Go through the data line by line. Copy each one holding the string "Estimation".

╭─ Input material

using Fleet.Estimation.Anchors;
using Fleet.Estimation.Geometry;
using Fleet.Estimation.Measurements;

namespace Fleet.Estimation.Filtering;

/// <summary>Outcome of <see cref="TdoaMultilateration.Solve"/>.</summary>
public enum MultilaterationStatus
{
    /// <summary>Converged to a finite position with a finite covariance.</summary>
    Solved,

    /// <summary>Fewer usable measurements or distinct anchor pairs than the problem needs.</summary>
    TooFewMeasurements,

    /// <summary>The differences do not determine the position (too few independent differences, singular normal matrix).</summary>
    InsufficientGeometry,

    /// <summary>No start point converged within the iteration limit.</summary>
    DidNotConverge,
}

/// <summary>Settings of <see cref="TdoaMultilateration.Solve"/>.</summary>
public sealed class MultilaterationOptions
{
    /// <summary>When set, the tag height is held at this site z (m) and only x, y are solved (planar mode).</summary>
    public double? FixedHeight { get; init; }

    /// <summary>M-estimator used by the iteratively reweighted solve. Default Huber.</summary>
    public RobustKernel Kernel { get; init; } = RobustKernel.Huber;

    /// <summary>Tuning constant; null = the kernel's 95 %-efficiency constant.</summary>
    public double? KernelConstant { get; init; }

    /// <summary>
    /// Nominal sigma of one TDOA (m). Floors the robust scale (s = max(1.482602·MAD, σ)) so a near-exact fit cannot
    /// shrink the scale to zero, and scales the reported covariance (JᵀWJ)⁻¹σ². Default 0.1.
    /// </summary>
    public double SigmaMetres { get; init; } = 0.1;

    /// <summary>Iteration limit per start point. Default 60.</summary>
    public int MaxIterations { get; init; } = 60;

    /// <summary>Step size (m) below which a start point has converged. Default 1e-7.</summary>
    public double ToleranceMetres { get; init; } = 1e-7;

    /// <summary>Extra start point tried before the built-in ones (e.g. the last known position).</summary>
    public Vector3D? InitialGuess { get; init; }

    /// <summary>Start height (m) in 3-D mode; default one metre below the lowest anchor used.</summary>
    public double? SeedHeight { get; init; }
}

╰─

Solution to the problem:
using Fleet.Estimation.Anchors;
using Fleet.Estimation.Geometry;
using Fleet.Estimation.Measurements;
namespace Fleet.Estimation.Filtering;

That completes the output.